Work item: Report how many lines below include the string "spread". Please keep the reply to that number.

Records provided:
--- START ---
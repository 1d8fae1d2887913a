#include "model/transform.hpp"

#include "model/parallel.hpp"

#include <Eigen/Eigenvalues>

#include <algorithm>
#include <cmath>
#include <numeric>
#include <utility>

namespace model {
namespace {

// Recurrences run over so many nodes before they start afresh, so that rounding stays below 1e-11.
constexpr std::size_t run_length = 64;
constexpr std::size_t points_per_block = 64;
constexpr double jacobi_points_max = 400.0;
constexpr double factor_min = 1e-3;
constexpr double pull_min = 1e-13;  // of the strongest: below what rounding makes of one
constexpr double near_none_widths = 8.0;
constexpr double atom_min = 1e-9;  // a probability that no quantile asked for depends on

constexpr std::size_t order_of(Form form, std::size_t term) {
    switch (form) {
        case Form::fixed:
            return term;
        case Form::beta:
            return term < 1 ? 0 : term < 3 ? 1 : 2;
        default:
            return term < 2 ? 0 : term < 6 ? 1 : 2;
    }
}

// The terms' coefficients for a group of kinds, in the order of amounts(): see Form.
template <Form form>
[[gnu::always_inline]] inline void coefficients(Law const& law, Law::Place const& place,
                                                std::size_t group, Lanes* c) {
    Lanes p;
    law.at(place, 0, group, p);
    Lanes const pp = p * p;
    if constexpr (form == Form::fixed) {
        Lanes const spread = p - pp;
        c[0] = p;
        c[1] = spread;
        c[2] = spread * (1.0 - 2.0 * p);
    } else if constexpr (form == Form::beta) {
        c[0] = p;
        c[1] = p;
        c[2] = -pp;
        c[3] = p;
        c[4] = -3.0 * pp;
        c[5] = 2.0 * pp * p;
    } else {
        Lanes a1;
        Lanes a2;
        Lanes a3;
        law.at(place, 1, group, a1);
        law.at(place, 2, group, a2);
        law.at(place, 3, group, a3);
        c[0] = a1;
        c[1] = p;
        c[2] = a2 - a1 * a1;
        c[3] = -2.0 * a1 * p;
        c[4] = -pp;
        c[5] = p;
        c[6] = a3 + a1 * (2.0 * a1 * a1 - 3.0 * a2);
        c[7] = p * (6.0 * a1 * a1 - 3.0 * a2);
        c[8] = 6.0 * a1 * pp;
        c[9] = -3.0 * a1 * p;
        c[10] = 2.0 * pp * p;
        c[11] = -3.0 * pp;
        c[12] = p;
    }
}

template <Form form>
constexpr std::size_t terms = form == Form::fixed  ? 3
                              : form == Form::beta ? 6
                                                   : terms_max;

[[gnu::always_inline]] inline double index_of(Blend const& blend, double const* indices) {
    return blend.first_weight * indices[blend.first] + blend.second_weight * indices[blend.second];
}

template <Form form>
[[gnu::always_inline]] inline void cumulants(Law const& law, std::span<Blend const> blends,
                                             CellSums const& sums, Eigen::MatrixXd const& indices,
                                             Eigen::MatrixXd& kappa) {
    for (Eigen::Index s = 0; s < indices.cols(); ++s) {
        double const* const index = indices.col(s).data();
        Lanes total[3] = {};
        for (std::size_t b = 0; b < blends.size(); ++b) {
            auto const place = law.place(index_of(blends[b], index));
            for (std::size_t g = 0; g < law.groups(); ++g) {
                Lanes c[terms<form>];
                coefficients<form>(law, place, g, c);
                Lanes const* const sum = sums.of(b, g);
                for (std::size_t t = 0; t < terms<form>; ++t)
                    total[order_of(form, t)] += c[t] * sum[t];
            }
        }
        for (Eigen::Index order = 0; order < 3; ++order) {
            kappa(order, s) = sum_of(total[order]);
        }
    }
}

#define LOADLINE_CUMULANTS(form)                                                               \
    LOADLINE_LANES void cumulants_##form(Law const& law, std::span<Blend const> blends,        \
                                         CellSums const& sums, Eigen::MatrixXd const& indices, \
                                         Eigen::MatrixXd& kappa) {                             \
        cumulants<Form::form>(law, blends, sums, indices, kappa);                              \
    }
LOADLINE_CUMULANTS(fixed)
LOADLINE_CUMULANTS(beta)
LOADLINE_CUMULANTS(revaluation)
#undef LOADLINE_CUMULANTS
--- END ---
Your response: 3